To synthesize the results, a composite machinability score (CMS) was established by integrating normalized metrics for cutting force, deformation, stiffness, and efficiency of force-to-deformation into a single index. Aluminum Alloy 6061 achieved the highest CMS value at +0.5809, closely followed by Brass C26000 at +0.5463 and Bronze C51000 at +0.5294. In contrast, Stainless Steel 304 Annealed and Carbon Steel 1020 Annealed ranked lower, scoring +0.3822 and +0.3715, respectively, owing to their increased cutting forces and reduced energy efficiency. The harmonic mean analysis preserved the overall ranking, with Aluminum 6061 improving its CMS to +0.6110. Notably, Carbon Steel 1020 slightly outperformed Stainless Steel 304 in this analysis, recording CMS values of +0.3857 and +0.3840, respectively. This consistent ranking of materials across both statistical approaches underscores the robustness and dependability of the CMS framework in evaluating machinability performance among various material categories.

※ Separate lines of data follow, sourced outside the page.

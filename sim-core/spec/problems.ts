import type { z } from 'zod';

/** One thing that is wrong, at the field where it is wrong. */
export interface FieldProblem {
  /** e.g. `rates.lateralSpread` or `actions.3.year` */
  readonly field: string;
  readonly message: string;
}

/**
 * What zod found, as field problems in plain order. Of the kinds that a value may be, one that fits it but for something
 * inside is taken for what was meant, and the problem is named there.
 */
export function fieldProblems(error: { readonly issues: readonly z.core.$ZodIssue[] }): FieldProblem[] {
  return error.issues.flatMap((issue) => {
    if (issue.code === 'invalid_union') {
      const meant = issue.errors.filter((issues) => issues.every(({ path }) => path.length > 0));
      if (meant.length === 1)
        return fieldProblems({
          issues: meant[0].map((inner) => ({ ...inner, path: [...issue.path, ...inner.path] })),
        });
    }
    const field = issue.path.map(String).join('.');
    if (issue.code === 'unrecognized_keys')
      return issue.keys.map((key) => ({
        field: field ? `${field}.${key}` : key,
        message: 'There is no such field',
      }));
    return [{ field, message: issue.message }];
  });
}
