import { z } from 'zod';
import { fragmentParameters, grazerParameters } from './process-parameters.ts';
import { rateSchema } from './rate-schema.ts';

/** What goes on beside spread and loss: each process is off unless it stands here, `{}` being on at its defaults. */
export const processesSchema = z.strictObject({
  /** animals that eat the plant, held down by predators except in drought */
  grazers: rateSchema(grazerParameters).optional(),
  /** pieces that break off and take root elsewhere; counts mode alone */
  fragments: rateSchema(fragmentParameters).optional(),
});
export type Processes = z.infer<typeof processesSchema>;
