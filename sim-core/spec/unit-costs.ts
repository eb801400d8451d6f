import { z } from 'zod';

const money = z.number().min(0).max(1e12);

/** What works cost, in one currency, as the team enters it. Nothing is set before: prices are local. */
export const unitCostsSchema = z.strictObject({
  /** ISO 4217 */
  currency: z.string().regex(/^[A-Z]{3}$/, 'a currency code of three capital letters, such as USD or EUR'),
  /** built, each */
  mound: money.default(0),
  /** grown, carried out and set, each */
  clump: money.default(0),
  /** of the fence line, m */
  fenceMetre: money.default(0),
  /** one crew's way to the site and back */
  visit: money.default(0),
  /** visits in each year that has works */
  visitsPerYear: z.number().int().min(0).max(366).default(1),
  /** what an option with works costs every year to the horizon, such as watching over them; none without works */
  perYear: money.default(0),
  /** share a year by which a cost weighs less for each year it is put off */
  discountRate: z.number().min(0).max(1).default(0),
  /** what there is to spend in all; null: not set */
  budget: money.nullable().default(null),
});
export type UnitCosts = z.infer<typeof unitCostsSchema>;
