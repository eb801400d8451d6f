import { z } from 'zod';

export const share = z.number().min(0).max(1);
export const coordinate = z.number();
const metres = z.number().positive();

const ringSchema = z
  .array(z.tuple([coordinate, coordinate]))
  .min(3)
  .max(10_000);

/**
 * Places on the ground, in the site's CRS, m. A cell belongs to an area when its centre does, unless the source that the
 * area stands in says otherwise (`edges`). What holes hold is outside.
 */
export const areaSchema = z.discriminatedUnion('shape', [
  z.strictObject({ shape: z.literal('disc'), x: coordinate, y: coordinate, radius: metres }),
  z.strictObject({
    shape: z.literal('polygon'),
    ring: ringSchema,
    holes: z.array(ringSchema).min(1).max(1000).optional(),
  }),
]);
export type Area = z.infer<typeof areaSchema>;

/** What a mound shelters: `strength` within `radius` of its point, fading to 0 over a further `halo` metres. */
export const moundFields = {
  x: coordinate,
  y: coordinate,
  radius: metres.max(1000),
  strength: share.default(1),
  halo: z.number().min(0).max(1000).default(0),
};
const moundPlaceSchema = z.strictObject(moundFields);
export type MoundPlace = z.infer<typeof moundPlaceSchema>;

/**
 * What a cell on the edge of a place gets: left out, all of it or nothing, by its centre; `shared`, the share of its ground
 * that the place takes, so that the area of small places does not hang on the cells.
 */
export const edgesSchema = z.literal('shared').optional();

/** Most mounds or areas that one list may hold. */
export const maximumPlaces = 20_000;
export const moundPlacesSchema = z.array(moundPlaceSchema).min(1).max(maximumPlaces);
const areaStrengthSchema = z.strictObject({ area: areaSchema, strength: share.default(1) });
export type AreaStrength = z.infer<typeof areaStrengthSchema>;
export const areaStrengthsSchema = z.array(areaStrengthSchema).min(1).max(maximumPlaces);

In summary, this study presents a comprehensive and scalable framework for assessing machinability, integrating experimental force–deformation data with derivative mechanical metrics and dual-statistical modeling. The proposed methodology enables informed decision-making in material selection, toolpath planning, and process optimization, promoting energy-efficient and precision-driven manufacturing strategies across a wide range of engineering alloys. To the best of the author’s knowledge, this is the first study to unify zone-wise gradient-based mechanical descriptors with dual-statistical analysis and PCA clustering to construct a composite machinability score across multiple engineering materials.